* **AIM OF THE TASK**
In the records below, find the line that contains "exits 0 for" and the line that contains "expect(message).not.toMatch(/Unknown setting/);". Set down exactly those lines and every line between them, and nothing more.

* **ENTRIES PROVIDED**
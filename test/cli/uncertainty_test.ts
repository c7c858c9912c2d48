import { describe, it } from "node:test";
import { expect } from "expect";
import { ROOT, runCli } from "../_run_cli.ts";
import { normaliseUncertaintyArgs } from "../../cli/_uncertainty_options.ts";
import { readSpectrumFile } from "../../lib/io/read_file.ts";
import { spectrumColorUncertainty } from "../../lib/cie/color_uncertainty.ts";

const FILE = `${ROOT}test/fixtures/colour/cr_corundum_5nm.csv`;
const BASE = ["--thickness", "2", "--path", "6", "--illuminant", "D65,A"];
const SOURCES = ["--noise-sd", "0.003", "--thickness-sd", "0.02", "--path-sd", "0.06"];

describe("crystint color --uncertainty (machine contract)", () => {
  it("--json adds LSd, aSd, bSd, CSd, hSd and a 3×3 labCovariance equal to the library's", async () => {
    const r = await runCli("color", FILE, ...BASE, "--uncertainty", ...SOURCES, "--json");
    expect(r.code).toBe(0);
    const rows = JSON.parse(r.stdout);
    expect(rows.length).toBe(2);
    const [spectrum] = await readSpectrumFile(FILE, { thicknessMm: 2 });
    const lib = spectrumColorUncertainty(spectrum!, {
      illuminants: ["D65", "A"],
      pathMm: 6,
      sources: { noiseSd: 0.003, thicknessSdMm: 0.02, pathSdMm: 0.06 },
    });
    rows.forEach((row: Record<string, unknown>, i: number) => {
      for (const k of ["LSd", "aSd", "bSd", "CSd", "hSd"]) {
        expect(row[k]).toBeCloseTo(lib[i]![k as "LSd"], 12);
      }
      const cov = row["labCovariance"] as number[][];
      expect(cov.length).toBe(3);
      expect(cov.every((c) => c.length === 3)).toBe(true);
      expect(cov[0]![0]).toBeCloseTo((row["LSd"] as number) ** 2, 12);
      expect(row["uncertaintyMode"]).toBe("linear");
      expect(row["noiseSource"]).toBe("given");
    });
  });

  it("says on stderr when the noise is estimated", async () => {
    const r = await runCli("color", FILE, ...BASE, "--uncertainty", "--json");
    expect(r.code).toBe(0);
    expect(r.stderr).toContain("noise σ estimated from the high-frequency residual");
    expect(JSON.parse(r.stdout)[0].noiseSource).toBe("estimated");
  });

  it("`--uncertainty mc --draws N` and `--uncertainty-mode mc --draws N` are the same run", async () => {
    const a = await runCli(
      "color",
      FILE,
      ...BASE,
      "--uncertainty",
      "mc",
      "--draws",
      "300",
      ...SOURCES,
      "--json",
    );
    const b = await runCli(
      "color",
      FILE,
      ...BASE,
      "--uncertainty",
      "--uncertainty-mode",
      "mc",
      "--draws",
      "300",
      ...SOURCES,
      "--json",
    );
    expect(a.code).toBe(0);
    const ra = JSON.parse(a.stdout), rb = JSON.parse(b.stdout);
    expect(ra[0].uncertaintyMode).toBe("mc");
    expect(ra[0].uncertainty.draws).toBe(300);
    expect(ra[0].LSd).toBe(rb[0].LSd);
    expect(ra.length).toBe(2); // "mc" was not read as a file
  });

  it("--csv gains the scalar columns", async () => {
    const r = await runCli("color", FILE, ...BASE, "--uncertainty", ...SOURCES, "--csv");
    const header = r.stdout.split("\n")[0]!.split(",");
    // headers from the one mapping, lib/analysis/csv_headers.ts
    for (const k of ["L* sd", "a* sd", "b* sd", "C*ab sd", "h_ab sd (deg)"]) {
      expect(header).toContain(k);
    }
    expect(header).not.toContain("labCovariance");
  });

  it("change rows gain dE00Sd", async () => {
    const r = await runCli(
      "change",
      FILE,
      "--thickness",
      "2",
      "--path",
      "6",
      "--uncertainty",
      ...SOURCES,
      "--json",
    );
    expect(r.code).toBe(0);
    const [row] = JSON.parse(r.stdout);
    expect(row.dE00Sd).toBeGreaterThan(0);
    expect(row.dE00Sd).toBeLessThan(row.dE00);
  });

  it("a σ option without --uncertainty, or an unknown mode, is a usage error (exit 1)", async () => {
    expect((await runCli("color", FILE, "--noise-sd", "0.01")).code).toBe(1);
    expect((await runCli("color", FILE, "--uncertainty-mode", "x", "--uncertainty")).code).toBe(1);
    expect((await runCli("color", FILE, "--uncertainty", "--noise-sd", "-1")).code).toBe(1);
  });

  it("normaliseUncertaintyArgs keeps everything after -- as it is", () => {
    expect(normaliseUncertaintyArgs(["--uncertainty", "mc", "a.csv"])).toEqual([
      "--uncertainty",
      "--uncertainty-mode=mc",
      "a.csv",
    ]);
    expect(normaliseUncertaintyArgs(["--uncertainty=linear"])).toEqual([
      "--uncertainty",
      "--uncertainty-mode=linear",
    ]);
    expect(normaliseUncertaintyArgs(["--uncertainty", "--", "mc"])).toEqual([
      "--uncertainty",
      "--",
      "mc",
    ]);
  });
});
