import { describe, it } from "node:test";
import { expect } from "expect";
import { runCli } from "../_run_cli.ts";
import { COMMANDS } from "../../cli/commands.ts";
import { COMMAND_INDEX } from "../../cli/command_index.ts";
import {
  commandOptions,
  type CommandSpec,
  helpText,
  parseCommand,
  parseConfig,
} from "../../cli/_command.ts";
import { mainHelp } from "../../cli/main.ts";
import { SETTINGS_KEYS } from "../../cli/batch.ts";
import { defaultSettings, resolveSettings } from "../../lib/batch/mod.ts";
import { flagHint, withFlagHint } from "../../cli/_shared.ts";

describe("command tables (cli/_command.ts)", () => {
  it("every option the parser accepts appears in the command's help", () => {
    for (const spec of COMMANDS) {
      const help = helpText(spec);
      for (const name of Object.keys(parseConfig(spec))) {
        expect({ command: spec.name, option: name, found: help.includes(`--${name}`) })
          .toEqual({ command: spec.name, option: name, found: true });
      }
      for (const o of commandOptions(spec)) {
        if (o.short) expect(help).toContain(`-${o.short}, --${o.name}`);
      }
    }
  });

  it("the main help lists every command with its one-line summary", () => {
    const help = mainHelp();
    for (const spec of COMMANDS) expect(help).toContain(`${spec.name}`);
    for (const spec of COMMANDS) expect(help).toContain(spec.summary);
  });

  it("the start-up index loads, for each name and summary, that very command table", async () => {
    expect(COMMAND_INDEX.map((c) => [c.name, c.summary]))
      .toEqual(COMMANDS.map((c) => [c.name, c.summary]));
    for (const entry of COMMAND_INDEX) {
      expect(await entry.load()).toBe(COMMANDS.find((c) => c.name === entry.name));
    }
  });

  it("every command's help names the 2° default observer when it has --observer", () => {
    for (const spec of COMMANDS) {
      const observer = spec.options.find((o) => o.name === "observer");
      if (!observer) continue;
      expect(observer.default).toBe("2");
      expect(helpText(spec).replace(/\s+/g, " ")).toContain("CIE 15:2018 §3");
    }
  });

  it("every command that reads spectra offers --alpha-base and says what α means", () => {
    const reading = COMMANDS.filter((c) => c.options.some((o) => o.name === "ordinate"));
    expect(reading.map((c) => c.name).sort()).toEqual(
      [
        "aim",
        "bands",
        "batch",
        "calibrate",
        "change",
        "color",
        "convert",
        "metamerism",
        "pleochroism",
        "predict",
        "series",
      ],
    );
    for (const spec of reading) {
      expect(parseConfig(spec)).toHaveProperty("alpha-base");
      expect(helpText(spec).replace(/\s+/g, " ")).toMatch(/A = α·d ?\/ ?ln 10/);
    }
  });

  it("a run function reading an undeclared option is a programming error, not a silent undefined", () => {
    const spec: CommandSpec = {
      name: "probe",
      summary: "probe",
      usage: [""],
      options: [{ name: "path", type: "string", help: "p" }],
      examples: [""],
      run: () => Promise.resolve(0),
    };
    const parsed = parseCommand(spec, ["--path", "3"]);
    expect(parsed.string("path")).toBe("3");
    expect(() => parsed.string("thickness")).toThrow(TypeError);
    expect(() => parsed.flag("path")).toThrow(TypeError);
  });

  it("--help exits 0 for every command (subprocess)", async () => {
    for (const spec of COMMANDS) {
      const r = await runCli(spec.name, "--help");
      expect({ command: spec.name, code: r.code }).toEqual({ command: spec.name, code: 0 });
      expect(r.stdout).toBe(helpText(spec) + "\n");
    }
  });

  it("batch --help lists every settings key, and every listed key is a real setting", () => {
    const help = helpText(COMMANDS.find((c) => c.name === "batch")!);
    for (const key of Object.keys(defaultSettings())) expect(help).toContain(`${key} —`);
    for (const [key] of SETTINGS_KEYS) {
      // resolveSettings refuses unknown keys ("Unknown setting"); other complaints are about
      // the value, which proves the key is known
      let message = "";
      try {
        resolveSettings({ [key]: null });
      } catch (e) {
        message = (e as Error).message;
      }
      expect(message).not.toMatch(/Unknown setting/);
      expect(help).toContain(`${key} —`);
    }
  });
});

describe("flagHint() and withFlagHint()", () => {
  it("turn a library error's machine hint into the option to give", () => {
    expect(flagHint("thickness")).toBe("--thickness MM");
    expect(flagHint("alphaBase")).toBe("--alpha-base e|10");
    expect(flagHint("rangeNm")).toBe("--range-nm");
    const e = Object.assign(new RangeError("The measured thickness is not known"), {
      need: "thickness",
    });
    expect(withFlagHint(e)).toBe("The measured thickness is not known (give --thickness MM)");
    // a message that already names the flag is not repeated
    const worded = Object.assign(new RangeError("Not known (give --thickness)"), {
      need: "thickness",
    });
    expect(withFlagHint(worded)).toBe("Not known (give --thickness)");
    expect(withFlagHint(new Error("plain"))).toBe("plain");
  });
});
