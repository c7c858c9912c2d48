/**
 * `crystint color` reads a wide table a stretch of rows at a time (`colorStreamed`); its output
 * must be the output of reading the file whole (`readSpectrumFile` + `fileColorRows`), byte for
 * byte, in CSV and JSON. Identities: the whole-file route is the reference.
 */
import { describe, it } from "node:test";
import { expect } from "expect";
import { ROOT, runCli } from "../_run_cli.ts";
import { COLOR_EXTRA_KEYS, COLOR_KEYS, colorStreamed, fileColorRows } from "../../cli/color.ts";
import { toCsv } from "../../cli/_shared.ts";
import { readSpectrumFile } from "../../lib/io/read_file.ts";
import { conditionsOf, spectraXyzRows } from "../../lib/cie/spectra_color_many.ts";
import type { ReflectionSettings } from "../../lib/optics/path_transmittance.ts";
import type { ReadOptions } from "../../lib/io/read_spectra.ts";
import { readerWarnings } from "../../lib/io/reader_warnings.ts";
import { seededNormal } from "../_random.ts";

const conditions = conditionsOf(["D65", "A"], ["2", "10"]);
const KEYS = [...COLOR_KEYS, ...COLOR_EXTRA_KEYS];

/** The rows of both routes, and whether the stretch route took the file. */
async function bothRoutes(
  file: string,
  read: ReadOptions,
  pathMm: number | undefined,
  reflection: ReflectionSettings,
) {
  const spectra = await readSpectrumFile(file, read);
  const whole = fileColorRows(spectra, conditions, pathMm, reflection);
  const streamed = await colorStreamed(file, read, "e", conditions, pathMm, reflection);
  if (!streamed) return { whole, streamedRows: undefined };
  const labels = {
    samples: streamed.spectra.map((s) => s.meta.sample),
    pathMm: pathMm ?? streamed.spectra[0]!.thicknessMm ?? null,
    file,
  };
  const streamedRows = spectraXyzRows(streamed.result, labels, 0, streamed.spectra.length);
  expect(readerWarnings(streamed.spectra)).toEqual(readerWarnings(spectra));
  return { whole, streamedRows };
}

/** A wide, messy table of `count` spectra: preamble, header, noise clipped at 0 and 1, footer. */
function wideTable(count: number, seed: number, delimiter: string, crlf: boolean): string {
  const noise = seededNormal(seed);
  const lines = ["Mode: Transmittance", "Thickness (mm): 1.5", "# measured by hand"];
  lines.push(
    ["wavelength_nm", ...Array.from({ length: count }, (_, k) => `s${k}`)].join(delimiter),
  );
  for (let nm = 360; nm <= 830; nm += 5) {
    const row = [String(nm)];
    for (let k = 0; k < count; k++) {
      const t = 0.5 + 0.5 * Math.sin(nm / (30 + k)) + 0.004 * noise();
      row.push(t.toFixed(k % 3 === 0 ? 4 : 6));
    }
    lines.push(row.join(delimiter));
  }
  lines.push("", "End of data");
  return lines.join(crlf ? "\r\n" : "\n") + "\n";
}

describe("crystint color: a wide table read a stretch at a time", () => {
  it("gives the rows of the whole-file route on every good export fixture", async () => {
    const dir = `${ROOT}test/fixtures/exports/good/`;
    let taken = 0;
    for (const entry of Deno.readDirSync(dir)) {
      const file = dir + entry.name;
      for (const read of [{}, { ordinate: "transmittance" as const, thicknessMm: 2 }]) {
        let both;
        try {
          both = await bothRoutes(file, read, undefined, { reflection: "none" });
        } catch {
          continue; // the file needs options these reads do not give
        }
        if (!both.streamedRows) continue;
        taken++;
        expect([entry.name, JSON.stringify(both.streamedRows)])
          .toEqual([entry.name, JSON.stringify(both.whole)]);
      }
    }
    expect(taken).toBeGreaterThan(10);
  });

  it("gives the rows of the whole-file route at another path and with surfaces", async () => {
    const dir = await Deno.makeTempDir({ prefix: "crystint-stream-" });
    try {
      const file = `${dir}/wide.csv`;
      await Deno.writeTextFile(file, wideTable(40, 5, ";", true));
      for (
        const [pathMm, reflection] of [
          [undefined, { reflection: "none" }],
          [3, { reflection: "none" }],
          [3, { reflection: "host", host: "corundum" }],
          [undefined, { reflection: "host", n: 1.7 }],
        ] as [number | undefined, ReflectionSettings][]
      ) {
        const both = await bothRoutes(file, {}, pathMm, reflection);
        expect(both.streamedRows).toBeDefined();
        expect(JSON.stringify(both.streamedRows)).toBe(JSON.stringify(both.whole));
      }
    } finally {
      await Deno.remove(dir, { recursive: true });
    }
  });

  it("prints byte-identical --csv and --json, and reports a bad cell as before", async () => {
    const dir = await Deno.makeTempDir({ prefix: "crystint-stream-" });
    try {
      const file = `${dir}/wide.csv`;
      const text = wideTable(1500, 11, ",", false);
      await Deno.writeTextFile(file, text);
      const whole = fileColorRows(await readSpectrumFile(file), conditions, undefined, {
        reflection: "none",
      });
      const args = ["color", file, "--illuminant", "D65,A", "--observer", "2,10"];
      const csv = await runCli(...args, "--csv");
      expect(csv.code).toBe(0);
      expect(csv.stdout).toBe(toCsv(whole as never, KEYS));
      const json = await runCli(...args, "--json");
      expect(json.stdout).toBe(JSON.stringify(whole, null, 2) + "\n");
      expect(json.stderr).toBe(csv.stderr);
      // a bad cell deep in the table: the message and line of reading the file whole
      const lines = text.split("\n");
      lines[60] = lines[60]!.replace(/,0\.[0-9]+,/, ",0.5x,");
      await Deno.writeTextFile(file, lines.join("\n"));
      let message = "";
      await readSpectrumFile(file).catch((e) => message = (e as Error).message);
      expect(message).toMatch(/wide.csv:61: Cell "0.5x" is not a number/);
      const bad = await runCli(...args, "--csv");
      expect(bad.code).toBe(2);
      expect(bad.stderr).toContain(message);
      expect(bad.stdout.split("\n").length).toBe(2); // the header line only
    } finally {
      await Deno.remove(dir, { recursive: true });
    }
  });
});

* **ANSWER SPACE**
  it("--help exits 0 for every command (subprocess)", async () => {
    for (const spec of COMMANDS) {
      const r = await runCli(spec.name, "--help");
      expect({ command: spec.name, code: r.code }).toEqual({ command: spec.name, code: 0 });
      expect(r.stdout).toBe(helpText(spec) + "\n");
    }
  });

  it("batch --help lists every settings key, and every listed key is a real setting", () => {
    const help = helpText(COMMANDS.find((c) => c.name === "batch")!);
    for (const key of Object.keys(defaultSettings())) expect(help).toContain(`${key} —`);
    for (const [key] of SETTINGS_KEYS) {
      // resolveSettings refuses unknown keys ("Unknown setting"); other complaints are about
      // the value, which proves the key is known
      let message = "";
      try {
        resolveSettings({ [key]: null });
      } catch (e) {
        message = (e as Error).message;
      }
      expect(message).not.toMatch(/Unknown setting/);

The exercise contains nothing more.